On Mon, Aug 21 2006, Neil Brown wrote:
> Jens:  Was it s SuSE kernel or a mainline kernel on which you
>    experienced this slowdown with an external USB drive?

Note that this was on the old days, on 2.4 kernels. It was (and still
is) a generic 2.4 problem, which is quite apparent when you have larger
slow devices. Larger, because then you can have a lot of dirty memory in
flight for that device. The case I most often saw reported was on
DVD-RAM atapi or scsi devices, which write at 3-400kb/sec. An external
usb hard drive over usb 1.x would be almost as bad, I suppose.

I haven't heard any complaints for 2.6 in this area for a long time.

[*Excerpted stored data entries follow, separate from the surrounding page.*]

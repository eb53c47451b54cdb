/** What a cursor over a figure reads: every curve at the same places along the horizontal axis. */
import { evenParts } from '../numerics/list'
import { fractionOf, type Range, valueAt } from './scale'

export interface Readings {
  /** Values of the horizontal quantity, ascending. */
  readonly places: readonly number[]
  /** For each curve its values there, null where it has none; they may lie outside the figure. */
  readonly values: readonly (readonly (number | null)[])[]
}

export const NO_READINGS: Readings = { places: [], values: [] }

type Values = (places: readonly number[]) => readonly (number | null)[]

/** Together with now and three special places of each of six scenarios: 300 at most. */
const STEPS = 279
/** Nearer to a special place than this part of a step there is no other: a hand that steps along should see something change. */
const LEAST_STEP = 0.5

export function readingsOf(curves: readonly Values[], x: Range, special: readonly number[], steps = STEPS): Readings {
  const parts = special.map((place) => fractionOf(x, place))
  const isApart = (part: number) =>
    part === 0 || part === 1 || parts.every((one) => !(Math.abs(one - part) < LEAST_STEP / steps))
  const even = evenParts(steps)
    .filter(isApart)
    .map((part) => valueAt(x, part))
  const inside = [...even, ...special].filter((place) => place >= x.from && place <= x.to)
  const places = [...new Set(inside.map((place) => digits(place, 7)))].sort((one, other) => one - other)
  return {
    places,
    values: curves.map((values) => values(places).map((value) => (known(value) ? digits(value, 5) : null))),
  }
}

const known = (value: number | null): value is number => value !== null && Number.isFinite(value)

/** As many as a screen can show and a read-out can use. */
function digits(value: number, count: number): number {
  return Number(value.toPrecision(count))
}
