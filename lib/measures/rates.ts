/** Rates and fractions at an event. q = −1 − ½ (E²)′/E², j = 1 + (3/2)(E²)′/E² + ½ (E²)″/E², primes by ln a. */
import { type Event, expansionAtEvent } from '../history/event'
import { type Missing, missing } from './outcome'

export const AT_REST = missing('the expansion stands still here, so a ratio to H² is not defined')
const OUT_OF_RANGE = missing('the densities here are outside the range of floating-point numbers')

/** H/H₀, with its sign. Here and below `e2` is E² at the event, for callers who know it already. */
export const hubbleRate = (event: Event, e2 = expansionAtEvent(event)): number =>
  event.sign * Math.sqrt(Math.max(0, e2))

/** q = −ä a/ȧ². */
export function deceleration(event: Event, e2 = expansionAtEvent(event)): number | Missing {
  return ratio(-0.5 * derivatives(event).first - e2, e2)
}

/** j = a² (d³a/dt³)/ȧ³. */
export function jerk(event: Event, e2 = expansionAtEvent(event)): number | Missing {
  const { first, second } = derivatives(event)
  return ratio(e2 + 1.5 * first + 0.5 * second, e2)
}

const derivatives = ({ place }: Event) => place.arm.model.derivatives(place.N)

/** ä/a in H₀². */
export const accelerationAt = (event: Event): number => derivatives(event).acceleration

function ratio(value: number, e2: number): number | Missing {
  if (!(e2 > 0)) return AT_REST
  const out = value / e2
  return Number.isFinite(out) ? out : OUT_OF_RANGE
}

export type Share = 'matter' | 'radiation' | 'neutrino' | 'curvature' | 'dark'

/** Density of one component over the critical density at the event. */
export function densityFraction(event: Event, share: Share, e2 = expansionAtEvent(event)): number | Missing {
  const { N, arm } = event.place
  let density = 0
  for (const one of arm.model.components) if (one.key === share) density += one.density(N)
  return ratio(density, e2)
}

/** w of dark energy at the event, by the law that rules there. */
export function equationOfState({ place }: Event): number | Missing {
  if (place.arm.model.budget.dark === 0) return missing('there is no dark energy in this scenario')
  const w = place.arm.model.law.w(place.N)
  if (Number.isNaN(w)) return missing('dark energy is used up here')
  return Number.isFinite(w) ? w : OUT_OF_RANGE
}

> Then we just need to deal with the case where the some of the queue
> limits of all devices exceeds the dirty threshold....
> Maybe writeout queues need to auto-adjust their queue length when some
> system-wide situation is detected.... sounds messy.

Queue length is a little tricky, so it's basically controlled by two
parameters - nr_requests and max_sectors_kb. Most SATA drives can do
32MiB requests, so in theory a system that sets max_sectors_kb to
max_hw_sectors_kb and retains a default nr_requests of 128, can see up
to 32 * (128 * 3) / 2 == 6144MiB per disk in flight. Auch. By default we
only allow 512KiB per requests, which brings us to a more reasonable
96MiB per disk.

But these numbers are in no way tied to the hardware. It may be totally
reasonable to have 3GiB of dirty data on one system, and it may be
totally unreasonable to have 96MiB of dirty data on another. I've always
thought that assuming any kind of reliable throttling at the queue level
is broken and that the vm should handle this completely.